CHAPTER 3: BACKGROUND
3.2. Learning by Observation
3.2.1. Prior Work in the Field of Learning by Observation
Some researchers have stated that certain knowledge could be very difficult to extract with traditional methods [28], [70]. Knowledge that is hard to model and highly intuitive is classified as implicit knowledge. Implicit knowledge is easier to extract by using learning by observation. In fact, it might not even be possible to formalize this knowledge with traditional methods.
Henninger et al. [32] show that by using learning by observation, the models generated are more accurate and comply more fully with human performance. The use of learning by observation will also open the possibility of easily developing many simulated entities with similar, but not identical, behaviors. Each entity could be tuned slightly differently to personalize its behavior.
Schaal [68] states that in an enormously large search space, one approach is to use learning by observing and imitating the behavior to reduce the search space and make it usable. Restricting the learning algorithm to minimize the deviation between the observed entity and the learning agent dramatically reduces the search space. In some applications, learning by observation could be used to reduce or even diminish the need for time- consuming and complex programming. If the agent at hand can learn tasks automatically by observing the task performed by others, the need to program the new behavior by hand is no longer necessary.
The time and cost of correcting, updating and customizing could be reduced if learning by observation were to be used instead of restructuring, adding or removing part of the model by hand. Milzner and Leifhelm [51] propose learning by observation to relax the knowledge update problem in rapidly changing knowledge domains.
In artificial neural networks, the term learning by observation is often used to refer to the fact that the training data is a set of observations. This is not to what this dissertation refers to as learning by observation. Much of the data in the machine learning community is based on real observations, but do not include any behavior knowledge or demonstration on how to perform a
task. Even if many observations are used to learn (for example, recognizing handwritten characters), the observed entity might not teach us any behavioral skills. The intent of this research is not only to use the observations to learn, but also to learn the behavior of the observed entity. Thus, interest herein is to look at learning by observation with respect to gathering knowledge by observing a human in action in order to model his behavior.

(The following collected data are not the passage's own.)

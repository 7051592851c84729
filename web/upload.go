package web

import (
	"bytes"
	"encoding/json"
	"path"
	"strings"
	"unicode/utf8"

	"rolloff/sweep/queue"
)

// MaxPlanNameBytes is the longest plan file name kept with a run.
const MaxPlanNameBytes = 64

// upload is a plan file sent as its text: exactly one of PlanTOML and
// PlanJSON.
type upload struct {
	PlanTOML *string `json:"plan_toml"`
	PlanJSON *string `json:"plan_json"`
	FileName string  `json:"file_name"`
}

// decodeUpload reads {"plan_toml" or "plan_json": text, "file_name":
// name}: the document as the file holds it, and the file's name made
// safe to keep and to show.
func decodeUpload(data []byte) (queue.Source, error) {
	var up upload
	dec := json.NewDecoder(bytes.NewReader(data))
	dec.DisallowUnknownFields()
	if err := dec.Decode(&up); err != nil {
		return queue.Source{}, badRequest("plan_toml", "plan upload: %v (want {\"plan_toml\": \"...\", \"file_name\": \"...\"} or {\"plan_json\": \"...\", \"file_name\": \"...\"})", err)
	}
	if dec.More() {
		return queue.Source{}, badRequest("body", "plan upload: data after the object")
	}
	switch {
	case up.PlanTOML != nil && up.PlanJSON != nil:
		return queue.Source{}, badRequest("plan_json", "plan upload: give plan_toml or plan_json, not both")
	case up.PlanJSON != nil:
		return queue.Source{Name: planFileName(up.FileName, ".json"), Data: []byte(*up.PlanJSON)}, nil
	case up.PlanTOML != nil:
		return queue.Source{Name: planFileName(up.FileName, ".toml"), Data: []byte(*up.PlanTOML)}, nil
	}
	return queue.Source{}, badRequest("plan_toml", "plan upload: plan_toml or plan_json is required")
}

// planFileName makes the name a plan file was chosen under safe to keep
// with a run and to print: its base name only, letters, digits, '.', '_',
// '-' and spaces (anything else, control characters included, becomes
// '_'), at most MaxPlanNameBytes bytes, ending in ext (".toml" or
// ".json", as the text is decoded). An empty name becomes
// "uploaded-plan"+ext.
func planFileName(name, ext string) string {
	name = path.Base(strings.ReplaceAll(name, "\\", "/"))
	if !utf8.ValidString(name) {
		name = strings.ToValidUTF8(name, "_")
	}
	var b strings.Builder
	for _, c := range name {
		switch {
		case c >= 'a' && c <= 'z', c >= 'A' && c <= 'Z', c >= '0' && c <= '9', c == '.', c == '_', c == '-':
			b.WriteRune(c)
		case c == ' ':
			b.WriteByte(' ')
		default:
			b.WriteByte('_')
		}
	}
	stem := strings.Trim(b.String(), " .")
	if strings.EqualFold(path.Ext(stem), ext) {
		stem = stem[:len(stem)-len(ext)]
	}
	if max := MaxPlanNameBytes - len(ext); len(stem) > max {
		stem = strings.TrimRight(stem[:max], " .")
	}
	if stem == "" || stem == "/" {
		stem = "uploaded-plan"
	}
	return stem + ext
}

In the area of robotics, the use of learning by observation has been previously used to implement human behavior in humanoid robot movements [4] , [67], [73]. Many times, the core issue of learning by observation within the robotic area is dealing with image processing, as humanoid robots often use cameras to implement their vision. The learning system often tries to mimic the specific movement of the human, interpreted by the robotic vision system, and not to adopt a general behavior. This refers to the sensing and perception module in the modified stage model (see Figure 1) and is not the objective of the research presented in this dissertation. Schaal [68] makes a distinction between learning by observation and imitation learning. In most humanoid robotics, the objective of the movement pattern is to imitate the human as closely as possible.
Bentivegna and Atkeson [8] used learning by observation to implement behavior skill in a humanoid robot. By observing a human, it learned to play air hockey using a set of action primitives, each describing a certain behavior (e.g. left hit). Prior work in modeling human behavior through learning from observation has also been conducted in the area of maneuvering a car [59] and flying an aircraft [44] [66]. However, the work in modeling human behavior has been done to create the best performing agent or to model low level motor skills. No results have
been found where the focus is on personalized behavior patterns and/or tactical decision making.
Moukas and Hayes [52] used learning by observation to model social behavior in autonomous robots. The social behavior they modeled was the behavior of honeybees. The study of interest was that bees communicate with each other using dances that tell where food has been found. Moukas and Hayes’ reinforcement scheme showed the potential of learning by observation. The social behavior to learn even the things needed to teach others must be classified as a very hard problem that was still solved through observation alone.
The learning algorithm must be able to collect the data from the environment and monitor the actions of the expert. A feasible way of collecting data and probing the action of the user is to use a simulator to implement learning by observation, as in the work of Gonzalez et al [28]. By using a simulator instead of the real world, data collection will likely be much easier, and some situations that are difficult or dangerous (e.g. hazardous situations) could emerge. In the
simulator environment, there is no need for complex sensors or image recognition systems to be able to understand the environment. Gonzalez et al [29] argue that learning through observation is especially well suited to acquiring tactical knowledge, the knowledge used to apply the best action for a given situation. Tactical knowledge is often implicit knowledge. Hence, tactical knowledge can be very hard to express and extract from an expert by traditional knowledge acquisition methods. Several different learning strategies have been used to implement learning by observation.